The model form of the individual movement of a baroque suite is the suite movement form . Their typical characteristics show z. B. Bach's minuets . A suite set is in two parts; both parts end with a repeat sign . The harmonic course is fundamental for the form: the first part of a movement in major usually leads to the dominant , the second part from the dominant back to the tonic . The way back is usually extended by the cadence to a neighboring key - for example to the tonic parallel . If the suite movement is in minor, the first part of the movement leads either into the tonic parallel or into the major quint key in minor.

Some dances appear in a superordinate symmetrical three-part structure, whereby the middle part is often in the parallel key or contains a variation or is characterized by a reduced instrumentation. The sentence names are for example:

Renaissance and early baroque

An early suite-like combination is the sequence of the dances "Pavana - Saltarello - Piva" in the fourth book by Joan Ambrosio Dalza's Intabolatura de Lauto (printed 1508 by Petrucci ). Etienne du Tertre first used the term “suite” in 1557 for his suyttes de bransles (suites des Branles), which, as was common at the time, consisted of pairs of dances.

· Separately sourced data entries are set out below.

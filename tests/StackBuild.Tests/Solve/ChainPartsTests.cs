using StackBuild.Geometry;
using StackBuild.Register;
using StackBuild.Solve;
using Xunit;

namespace StackBuild.Tests;

/// <summary>
/// The chain on hand-set pair results: a stretch that nothing links to the reference becomes a part of its own, chained
/// inside, and links never reach further than <see cref="ChainSolver.MaxReach"/> sections.
/// </summary>
public sealed class ChainPartsTests
{
    [Fact]
    public void APartWhoseReferenceLiesFaceDownKeepsEverySectionsDecidedSide()
    {
        // Stack: 0–1 the reference's part, 2 not placed, 3–5 a part chained to its own reference 4, and 6–7 a second part on
        // reference 6. Which side is up was decided for the whole stack: 4 face down like 3, 5 face up; 6 and 7 face up.
        // Within part 1 the chain maps 3 and 5 onto 4 as their pairs say (3 the same side as 4, 5 the other), 4 itself the
        // identity, so without the stack's decision the part would come out the other way up as a whole.
        var turn = Transform2D.Rotation(20, 10, 10).Then(Transform2D.Translation(3, -2));
        var mirror = Transform2D.MirrorX(12);
        var chain = new List<ChainPlacement>
        {
            new(Transform2D.Identity, LinkRoute.Reference, -1, null, null),
            new(turn, LinkRoute.Neighbour, 0, null, null),
            new(Transform2D.Identity, LinkRoute.Failed, -1, null, null),
            new(turn, LinkRoute.Neighbour, 4, null, null, 1, 1),
            new(Transform2D.Identity, LinkRoute.PartReference, -1, null, null, 0, 1),
            new(mirror.Then(turn), LinkRoute.Neighbour, 4, null, null, 1, 1),
            new(Transform2D.Identity, LinkRoute.PartReference, -1, null, null, 0, 2),
            new(turn, LinkRoute.Neighbour, 6, null, null, 1, 2),
        };
        bool[] flipped = [false, false, false, true, true, false, false, false];
        var parity = new ParityResult(flipped, new double[8], []);
        var placed = Pipeline.SolveStage.PartsOnTheStacksSide(chain, parity, _ => 12);
        foreach (int i in new[] { 0, 1, 3, 4, 5, 6, 7 })
            Assert.Equal(flipped[i] != flipped[0], placed[i].ToReference.IsMirrored);
        // Turned over about the part reference's centre: the part's inner placements are kept (4 onto itself, mirrored).
        var (x, y) = placed[4].ToReference.Apply(12, 5);
        Assert.Equal(12, x, 9);
        Assert.Equal(5, y, 9);
        // Part 2, whose reference lies the stack's way up, and the reference's own part are untouched.
        Assert.Same(chain[6], placed[6]);
        Assert.Same(chain[7], placed[7]);
        Assert.Same(chain[1], placed[1]);
        // Without the turn part 1 comes out the wrong way up as a whole: what the test guards against.
        Assert.NotEqual(flipped[3] != flipped[0], chain[3].ToReference.IsMirrored);
    }

    /// <summary>Each section lies shifted by (i, 0) from section 0; pairs that cross the break between 11 and 12 match nothing.</summary>
    private static PairResult Pair(int moving, int fixedIndex, int breakAt)
    {
        bool crosses = fixedIndex < breakAt && moving >= breakAt;
        var map = Transform2D.Translation(moving - fixedIndex, 0);
        var best = new PairHypothesis(map, false, 0, crosses ? 0.05 : 0.9, 10);
        return new PairResult(best, null, crosses ? 0 : 0.9);
    }

    private static (double X, double Y)[] Corners(int i) => [(0, 0), (10, 0), (0, 10), (10, 10)];

    [Fact]
    public void AStretchNothingLinksIsChainedAsAPartOfItsOwn()
    {
        // 20 sections; the reference is chosen near the middle (section 9 or 10, left of the break at 12), so 12–19 are
        // cut off from it.
        var chain = ChainSolver.Solve(20, (m, f) => Pair(m, f, 12), Corners);
        var main = chain.Take(12).ToList();
        var part = chain.Skip(12).ToList();
        Assert.Single(main, c => c.Route == LinkRoute.Reference);
        Assert.All(main, c => Assert.Equal(0, c.Part));
        Assert.All(part, c => Assert.Equal(1, c.Part));
        Assert.Single(part, c => c.Route == LinkRoute.PartReference);
        Assert.DoesNotContain(chain, c => c.Route == LinkRoute.Failed);
        // Inside each part the shifts are exact: section i lies (i − j, 0) from section j of the same part.
        int r = part.FindIndex(c => c.Route == LinkRoute.PartReference) + 12;
        for (int i = 12; i < 20; i++)
        {
            var (x, _) = chain[i].ToReference.Apply(0, 0);
            var (rx, _) = chain[r].ToReference.Apply(0, 0);
            Assert.Equal(i - r, x - rx, 9);
        }
    }

    [Fact]
    public void TheTemplateGuideSeesEachWeakLinkAtTheBoundaryItCrosses()
    {
        // A weak boundary (every pair across it has confidence 0.33) on each side of the reference: between 3 and 4, and
        // between 16 and 17. Below the reference a section is registered to one after it, so section 3's own pair is the weak
        // one; above, section 17's. Either way the boundary the guide must split at lies before section 4 and before 17.
        static PairResult Weak(int moving, int fixedIndex)
        {
            var map = Transform2D.Translation(moving - fixedIndex, 0);
            int low = Math.Min(moving, fixedIndex), high = Math.Max(moving, fixedIndex);
            bool weak = (low <= 3 && high >= 4) || (low <= 16 && high >= 17);
            return new PairResult(new PairHypothesis(map, false, 0, weak ? 0.5 : 0.9, 10), null, weak ? 0.33 : 0.9);
        }
        var chain = ChainSolver.Solve(20, Weak, Corners);
        int reference = chain.ToList().FindIndex(c => c.Route == LinkRoute.Reference);
        Assert.InRange(reference, 5, 15);
        var (confidence, _) = StackBuild.Pipeline.TemplateStage.Boundaries(chain);
        for (int n = 0; n < 20; n++)
            Assert.Equal(n is 4 or 17 ? 0.33 : n == 0 ? 1 : 0.9, confidence[n], 9);
        // The pair that placed section 3 is the weak one (registered to 4), while section 4's own pair is strong.
        Assert.Equal(0.33, chain[3].Pair!.Confidence, 9);
        Assert.Equal(0.9, chain[4].Pair!.Confidence, 9);
    }

    [Fact]
    public void WithoutATemplateAPartHangsOnItsBestMatchAcrossTheBreak()
    {
        // Across the break between 11 and 12 every pair is below the chain's trust (0.2): 12 onto 11 says the truth with
        // confidence 0.15; every other pair across says the part lies 50 px further on, with confidence 0.05.
        static PairResult Crossing(int moving, int fixedIndex)
        {
            bool crosses = fixedIndex < 12 && moving >= 12;
            bool best = moving == 12 && fixedIndex == 11;
            var map = Transform2D.Translation(moving - fixedIndex + (crosses && !best ? 50 : 0), 0);
            double confidence = !crosses ? 0.9 : best ? 0.15 : 0.05;
            return new PairResult(new PairHypothesis(map, false, 0, crosses ? 0.25 : 0.9, 10), null, confidence);
        }
        var chain = ChainSolver.Solve(20, Crossing, Corners);
        Assert.Equal(1, chain[15].Part);
        var (joined, joins) = ChainSolver.JoinParts(chain, Crossing);
        Assert.Equal(new PartJoin(1, 12, 11, 0.15), Assert.Single(joins));
        // Every section now lies (i − j, 0) from every other, across the break too; the part keeps its number for the flags.
        var (x0, _) = joined[0].ToReference.Apply(0, 0);
        for (int i = 0; i < 20; i++)
            Assert.Equal(i, joined[i].ToReference.Apply(0, 0).X - x0, 9);
        Assert.All(joined.Skip(12), c => Assert.Equal(1, c.Part));
    }

    [Fact]
    public void AfterAJoinTheLargestPartIsTheStackAndTheReferencesSmallerPartIsUncertain()
    {
        // Parts by hand: the reference's part 0 holds 4 sections, part 1 (joined to it) 12, part 2 (joined) 3, part 3 (never
        // joined) 3, and one section failed. Seen from the largest part, part 0 is the one hanging on a weak match: flagging
        // the twelve sections of part 1 and not the four of part 0 would point the user at the wrong side of the join.
        var parts = new[] { 3, 3, 3, 0, 0, 0, 0, 1, 1, 1, 1, 1, 1, 1, 1, 1, 1, 1, 1, -1, 2, 2, 2 };
        var chain = parts.Select(p => new ChainPlacement(Transform2D.Identity, p < 0 ? LinkRoute.Failed : LinkRoute.Neighbour, 0, null, null,
            Part: Math.Max(0, p))).ToList();
        var joins = new[] { new PartJoin(1, 7, 6, 0.1), new PartJoin(2, 20, 18, 0.05) };
        var uncertain = ChainSolver.UncertainParts(chain, joins, out int largest);
        Assert.Equal(1, largest);
        Assert.Equal(new HashSet<int> { 0, 2, 3 }, uncertain.ToHashSet());
        var placements = new StackBuild.Pipeline.Placements(chain, null, null, null, false, true, []) { PartJoins = joins, UncertainParts = uncertain, LargestPart = largest };
        Assert.True(placements.IsUncertainPart(0));
        Assert.False(placements.IsUncertainPart(1));
        Assert.Equal(joins[0], placements.JoinOf(0)); // part 0 hangs on the match that placed the larger part 1
        Assert.Equal(joins[1], placements.JoinOf(2));
        Assert.Null(placements.JoinOf(3));

        // Where part 0 is the largest, it stays the stack: only the other parts are uncertain.
        var small = ChainSolver.UncertainParts(chain.Select(c => c.Part == 1 ? c with { Part = 0 } : c).ToList(), [joins[1]], out largest);
        Assert.Equal(0, largest);
        Assert.Equal(new HashSet<int> { 2, 3 }, small.ToHashSet());
        // No parts: nothing uncertain; template builds (UncertainParts null) keep the old rule, every part but 0.
        Assert.Empty(ChainSolver.UncertainParts(chain.Select(c => c with { Part = 0 }).ToList(), [], out _));
        var templateBuild = new StackBuild.Pipeline.Placements(chain, null, null, null, false, true, []);
        Assert.False(templateBuild.IsUncertainPart(0));
        Assert.True(templateBuild.IsUncertainPart(1));
    }

    [Fact]
    public void APartWithNothingAcrossTheBreakIsNotJoined()
    {
        // The pairs across the break (NCC 0.05 in Pair, but the join needs some match: here none is above zero).
        static PairResult Nothing(int moving, int fixedIndex)
        {
            bool crosses = fixedIndex < 12 && moving >= 12;
            var map = Transform2D.Translation(moving - fixedIndex, 0);
            return new PairResult(new PairHypothesis(map, false, 0, crosses ? -0.1 : 0.9, 10), null, crosses ? 0 : 0.9);
        }
        var chain = ChainSolver.Solve(20, Nothing, Corners);
        var (joined, joins) = ChainSolver.JoinParts(chain, Nothing);
        Assert.Empty(joins);
        Assert.Equal(chain, joined);
    }

    [Fact]
    public void ARunTooShortForAPartStaysFailed()
    {
        // Only sections 18 and 19 lie beyond the break: fewer than MinPartSections, so they are left out, not guessed.
        var chain = ChainSolver.Solve(20, (m, f) => Pair(m, f, 18), Corners);
        Assert.Equal(LinkRoute.Failed, chain[18].Route);
        Assert.Equal(LinkRoute.Failed, chain[19].Route);
        Assert.DoesNotContain(chain, c => c.Route == LinkRoute.PartReference);
    }
}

Further archetypes of the suite:

The original form of the pre- and post-dance (Pavana, followed by Galliarda) has been developed into a suite by lutenists in particular. Dance pieces composed anonymously (in tabs) were often arranged according to key and put together to form parts or suites. The Basse danse “La brosse” published by Pierre Attaignant (Paris 1529 and 1530) is probably the oldest polyphonic suite or orchestral suite.

Baroque

In baroque music , the individual pieces in a suite are usually real or stylized dances and are usually in the same key . In addition to the common key, the connection is sometimes also established through the substance community between the individual movements.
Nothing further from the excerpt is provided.